As a climacteric fruit, papaya exhibits respiration intensities varying with ripening evolution [8, 11, 13]. To create good designs of storage systems for papaya, maturity requires more attention prior to designing. However, papaya will continue to ripen during storage even at low temperature and modified atmospheres, which can lead to changes in respiration rates [28, 29]. This unfavourable influence was controlled in this research through reducing experimental duration to about 10 h, with still ensuring sufficient data samplings required by the model establishment (see Table 1). It will be interesting to add a new input variable, storage time, to extend the four-factorial ANN model into a five-factorial one. This problem remains to be examined in the future work.

Conclusion

To effectively design preservation systems for fresh produce, respiration rate of the selected product need to be modelled. Usually, simple models with not more than three parameters are developed and used to the prediction of respiration rate.
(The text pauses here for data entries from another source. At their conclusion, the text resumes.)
package multigrid

import (
	"context"
	"math"
	"time"
)

// rowSum adds up what body returns for every row, in the order of the rows,
// whatever the number of workers.
func (s *Solver) rowSum(body func(r int) float64) float64 {
	s.m.Each(func(_, lo, hi int) {
		for r := lo; r < hi; r++ {
			s.part[r] = body(r)
		}
	})
	var t float64
	for _, v := range s.part[:s.m.Layout.Rows] {
		t += v
	}
	return t
}

func dotRow(a, b []float64) float64 {
	b = b[:len(a)]
	var s0, s1, s2, s3 float64
	i := 0
	for ; i+4 <= len(a); i += 4 {
		s0 += float64(a[i] * b[i])
		s1 += float64(a[i+1] * b[i+1])
		s2 += float64(a[i+2] * b[i+2])
		s3 += float64(a[i+3] * b[i+3])
	}
	for ; i < len(a); i++ {
		s0 += float64(a[i] * b[i])
	}
	return (s0 + s1) + (s2 + s3)
}

func (s *Solver) row(v []float64, r int) []float64 {
	return v[s.m.Layout.Row(r):][:s.m.Layout.Nx]
}

func (s *Solver) dot(a, b []float64) float64 {
	return s.rowSum(func(r int) float64 { return dotRow(s.row(a, r), s.row(b, r)) })
}

// scaledNorm returns |D^-1 b|.
func (s *Solver) scaledNorm(b []float64) float64 {
	return math.Sqrt(s.rowSum(func(r int) float64 {
		var t float64
		inv := s.row(s.inv, r)
		for i, v := range s.row(b, r) {
			w := v * inv[i]
			t += w * w
		}
		return t
	}))
}

// apply computes y = D^-1 A x for an unscaled x.
func (s *Solver) apply(y, x []float64) {
	if s.h.adjoint {
		s.m.ApplyAdjoint(y, x, s.h.shift)
	} else {
		s.m.Apply(y, x, s.h.shift)
	}
	s.m.Each(func(_, lo, hi int) {
		for r := lo; r < hi; r++ {
			inv := s.row(s.inv, r)
			yy := s.row(y, r)
			for i := range yy {
				yy[i] *= inv[i]
			}
		}
	})
}

// residual writes D^-1 (b - A x) and returns its norm; b nil stands for zero.
func (s *Solver) residual(r, x, b []float64) float64 {
	s.apply(r, x)
	return math.Sqrt(s.rowSum(func(q int) float64 {
		rr := s.row(r, q)
		if b == nil {
			for i := range rr {
				rr[i] = -rr[i]
			}
		} else {
			inv, bb := s.row(s.inv, q), s.row(b, q)
			for i := range rr {
				rr[i] = float64(bb[i]*inv[i]) - rr[i]
			}
		}
		return dotRow(rr, rr)
	}))
}

// precondition writes the result of one cycle on r.
func (s *Solver) precondition(z, r []float64, norm float64) {
	l := s.h.levels[0]
	n := s.m.Layout.Nx
	up := math.Sqrt(float64(s.m.Grid.Cells())) / norm
	s.m.Each(func(_, lo, hi int) {
		for q := lo; q < hi; q++ {
			b := l.b[s.m.Layout.Row(q):][:n]
			for i, v := range s.row(r, q) {
				b[i] = float32(v * up)
			}
		}
	})
	s.h.cycle(0, l.x, l.b, s.kind, true)
	down := 1 / up
	s.m.Each(func(_, lo, hi int) {
		for q := lo; q < hi; q++ {
			x, zz := l.x[s.m.Layout.Row(q):][:n], s.row(z, q)
			for i := range zz {
				zz[i] = float64(x[i]) * down
			}
		}
	})
}

// iterate runs BiCGStab (van der Vorst, SIAM J. Sci. Stat. Comput. 13 (1992)
// 631-644), preconditioned from the right, restarting from the true residual
// after a breakdown, a change of the smoother or when the recursive residual
// has drifted.
func (s *Solver) iterate(ctx context.Context, x, b []float64, tol, unit float64) Stats {
	start := time.Now()
	st := Stats{Levels: len(s.h.levels), Setup: s.setup}
	limit := s.settings.MaxIterations
	if limit == 0 {
		limit = 200
	}
	r := s.work[0]
	norm := s.residual(r, x, b)
	st.Start = norm / unit
	best, futile := norm, 0
	for norm > tol && st.Iterations < limit && ctx.Err() == nil && futile < 3 {
		s.bicgstab(ctx, x, r, tol, unit, limit, &st)
		norm = s.residual(r, x, b)
		if norm < 0.5*best {
			best, futile = norm, 0
		} else {
			futile++
		}
	}
	st.Residual = norm / unit
	switch {
	case norm <= tol:
		st.Outcome = Converged
	case ctx.Err() != nil:
		st.Outcome = Cancelled
	case futile >= 3 && st.Residual < 1e-9:
		st.Outcome = Stagnated
	default:
		st.Outcome = IterationLimit
	}
	st.Smoother = Point
	if s.kind.line {
		st.Smoother = Line
	}
	st.Solve = time.Since(start)
	return st
}

// bicgstab adds corrections to x until the recursive residual r is below tol or
// a restart is due.
func (s *Solver) bicgstab(ctx context.Context, x, r []float64, tol, unit float64, limit int, st *Stats) {
	shadow, p, v, t, ph, sh := s.work[1], s.work[2], s.work[3], s.work[4], s.work[5], s.work[6]
	copy(shadow, r)
	copy(p, r)
	norm := math.Sqrt(s.dot(r, r))
	first, firstNorm := st.Iterations, norm
	rho := norm * norm
	for st.Iterations < limit && ctx.Err() == nil {
		s.precondition(ph, p, math.Sqrt(s.dot(p, p)))
		s.apply(v, ph)
		denom := s.dot(shadow, v)
		if denom == 0 || math.IsNaN(denom) {
			return
		}
		alpha := rho / denom
		sNorm := math.Sqrt(s.rowSum(func(q int) float64 {
			rr, vv := s.row(r, q), s.row(v, q)
			for i := range rr {
				rr[i] -= float64(alpha * vv[i])
			}
			return dotRow(rr, rr)
		}))
		if math.IsNaN(sNorm) {
			return
		}
		if sNorm <= tol {
			s.each(func(q int) {
				xx, a := s.row(x, q), s.row(ph, q)
				for i := range xx {
					xx[i] += float64(alpha * a[i])
				}
			})
			s.note(st, sNorm/unit)
			return
		}
		s.precondition(sh, r, sNorm)
		s.apply(t, sh)
		tt, ts, st0 := s.dot(t, t), s.dot(t, r), s.dot(shadow, t)
		if tt == 0 || math.IsNaN(tt) {
			return
		}
		omega := ts / tt
		newRho := s.dot(shadow, r) - omega*st0
		beta := newRho / rho * alpha / omega
		norm = math.Sqrt(s.rowSum(func(q int) float64 {
			xx, a, c, rr, tt, pp, vv := s.row(x, q), s.row(ph, q), s.row(sh, q), s.row(r, q), s.row(t, q), s.row(p, q), s.row(v, q)
			for i := range xx {
				xx[i] += float64(alpha*a[i]) + float64(omega*c[i])
				rr[i] -= float64(omega * tt[i])
				pp[i] = rr[i] + float64(beta*(pp[i]-float64(omega*vv[i])))
			}
			return dotRow(rr, rr)
		}))
		rho = newRho
		s.note(st, norm/unit)
		if norm <= tol || math.IsNaN(norm) || rho == 0 || omega == 0 {
			return
		}
		if s.slow(st.Iterations-first, norm/firstNorm, tol/firstNorm) {
			s.kind = cycleKind{line: true, gamma: 2}
			return
		}
		if norm > 1e3*firstNorm {
			return
		}
	}
}

func (s *Solver) each(body func(r int)) {
	s.m.Each(func(_, lo, hi int) {
		for r := lo; r < hi; r++ {
			body(r)
		}
	})
}

func (s *Solver) note(st *Stats, residual float64) {
	st.Iterations++
	st.History = append(st.History, residual)
	if s.settings.Progress != nil {
		s.settings.Progress(st.Iterations, residual)
	}
}

// slow decides whether to leave the point smoother: when at the rate measured
// so far more than as many iterations again would be needed.
func (s *Solver) slow(done int, reduction, goal float64) bool {
	if s.settings.Smoother != Auto || s.kind.line || done < slowAfter {
		return false
	}
	if reduction >= 1 {
		return true
	}
	need := math.Log(goal) / math.Log(reduction) * float64(done)
	return need-float64(done) > slowAfter
}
These models assume a given maturity stage for the studied product and respiratory quotient thereof equalling to unity, which is often not suitable for the commodities of respiring climacteric. In this paper, these assumptions are abandoned. Taking the papaya as a case study, multivariate models were proposed to comprehensively describe effects of four factors (CO2 and O2 concentrations, temperature and maturity) on the rates of CO2 production and O2 uptake using regressive equation and ANN method, respectively.

The conclusion is that the use of second-order polynomial model created on regression method is impracticable because of its low prediction accuracy; the BP-ANN model with a 4-15-2 architecture trained by the Levenberg–Marquardt algorithm is highly effective and can be used to predict the respiration rate of fresh papaya. The result of input importance analysis confirms the importance of rigorous temperature regulation for papaya storage. By introducing the ANN technology into the respiration modelling field, this paper extends the research scope of the respiration modelling from three affecting variables into four and thus is expected to provide more reliable respiration data for the postharvest storage of papaya fruit.